**PROBLEM TO WORK ON:**
Go through the entries below line by line and count those containing "parseSeamModel"; the answer is that count alone.

═════ GIVEN INFORMATION

import { describe, expect, it } from "vitest";
import { parseSeamModel } from "../schemas/seam-model.ts";
import { drawsFrom } from "./fit/consensus-line.ts";
import { jointFaces } from "./joints/joint-faces.ts";
import type { ScanCloud } from "./scan-cloud.ts";
import { jointModel, type Moves, pointsOn, SECTIONS, scanOf } from "./testing/joints.ts";
import { cloudOf } from "./testing/models.ts";
import { unitMistake } from "./units-check.ts";

const LENGTH_MM = 120;
const model = jointModel("fillet_t", SECTIONS.fillet_t, { length_mm: LENGTH_MM, step_mm: 2 });
const joint = jointFaces(model);

const scan = (moves: Moves = {}, to_mm = LENGTH_MM) =>
  scanOf(to_mm, (_, index) => pointsOn(joint, { moves, seed: index + 1, spacing_mm: 0.3 }));

const scaled = (cloud: ScanCloud, by: number): ScanCloud => ({
  ...cloud,
  xyz_mm: cloud.xyz_mm.map((x) => by * x),
});

const mistake = (cloud: ScanCloud) => unitMistake(model, joint, cloud);

/** The same seam elsewhere on the part: a wrong unit moves it away from itself. */
const AWAY = [300, 200, 100] as const;
const away = parseSeamModel({
  ...model,
  seam: {
    ...model.seam,
    vertices: model.seam.vertices.map((vertex) => ({
      ...vertex,
      point: vertex.point.map((x, k) => x + (AWAY[k] ?? 0)),
    })),
  },
});

describe("a mistaken unit", () => {
  it.each([
    ["inches declared as mm", 1 / 25.4, "in"],
    ["metres declared as mm", 1 / 1000, "m"],
    ["mm declared as inches", 25.4, "mm (it was declared as in)"],
    ["mm declared as metres", 1000, "mm (it was declared as m)"],
  ])("%s is told, with the unit in which the scan fits", (_name, by, unit) => {
    if (!away.ok) throw new Error("model");
    const moved = scan();
    const there = { ...moved, xyz_mm: moved.xyz_mm.map((x, i) => x + (AWAY[i % 3] ?? 0)) };
    expect(unitMistake(away.value, joint, there)).toBeNull();
    const told = unitMistake(away.value, joint, scaled(there, by));
    expect(told).toContain(`read as ${unit} it fits the model along 100 % of it`);
  });

  it("says how far along the seam the scan reaches as declared", () => {
    expect(mistake(scaled(scan(), 1 / 25.4))).toMatch(
      /^as declared the scan reaches along 4 % of the seam; /,
    );
  });

  it("is told of a joint that is some millimetres off, too", () => {
    const off: Moves = { a: [2, -1, 1], b: [2, -1, 1] };
    expect(mistake(scaled(scan(off), 1 / 25.4))).not.toBeNull();
  });

  it.each([
    ["a scan that fits", scan()],
    ["a scan of a joint far off its model", scan({ a: [30, 10, 0], b: [30, 10, 0] })],
    ["a scan of a third of the seam", scan({}, 40)],
    ["a scan of a tenth of the seam", scan({}, 12)],
    ["another part", scaled(scan(), 3)],
    ["a scan of nothing", cloudOf([])],
    ["one point", cloudOf([[0, 0, 0]])],
    ["all points in one place", cloudOf(Array.from({ length: 50 }, () => [3, 0, 0] as const))],
  ])("is not seen in %s", (_name, cloud) => {
    expect(mistake(cloud)).toBeNull();
  });

  it("is not seen in points that would lie about the seam in another unit, but not on its plates", () => {
    const draw = drawsFrom(4);
    const heap = scanOf(LENGTH_MM, () =>
      Array.from({ length: 40 }, () => [80 * draw() - 40, 80 * draw() - 40] as const),
    );
    expect(mistake(scaled(heap, 1 / 25.4))).toBeNull();
  });

  it("is not guessed from a scan that would fit along too little of the seam in another unit", () => {
    expect(mistake(scaled(scan({}, 60), 1 / 25.4))).toBeNull();
    expect(mistake(scaled(scan({}, 80), 1 / 25.4))).not.toBeNull();
  });

  it("is found from some of a great many points as from all", () => {
    const many = scaled(scan(), 1 / 1000);
    expect(many.count).toBeGreaterThan(9000);
    const thinned = cloudOf(
      Array.from({ length: Math.floor(many.count / 10) }, (_, k) => [
        many.xyz_mm[30 * k]!,
        many.xyz_mm[30 * k + 1]!,
        many.xyz_mm[30 * k + 2]!,
      ]),
    );
    expect(mistake(thinned)?.split(";")[1]).toBe(mistake(many)?.split(";")[1]);
  });
});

══════════

**EXERCISE RESULT:**
2